THE PROBLEM
Pull out every line below holding the word "pathlib".

DATA TO PROCESS

-- -- --

"""The merge benchmark runs to the end on a small input, and the office command it times
writes the same bytes as the phases it reports (no timing is asserted: figures are printed)."""

from __future__ import annotations

import pathlib
import subprocess
import sys

from tamis import demo

BENCH = pathlib.Path(__file__).resolve().parent.parent / "bench" / "bench_merge.py"


def test_bench_merge_runs_and_the_office_command_writes_what_the_phases_write():
    p = subprocess.run([sys.executable, str(BENCH), "--n", "300", "--files", "4", "--calc-n", "20", "--cli"],
                       capture_output=True, text=True, timeout=300)
    assert p.returncode == 0, p.stdout + p.stderr
    assert "output identical to the write phase" in p.stdout, p.stdout
    assert "[now] merge of 300 records from 4 files" in p.stdout
    # base soils get calc cells, lots an empty set of them, bands none
    refs = sum(1 for r in demo.load_records() if r["kind"] in ("base", "lot"))
    assert f"[now] calc columns: {20 + refs} records" in p.stdout, p.stdout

-- -- --

TASK OUTPUT
import pathlib
BENCH = pathlib.Path(__file__).resolve().parent.parent / "bench" / "bench_merge.py"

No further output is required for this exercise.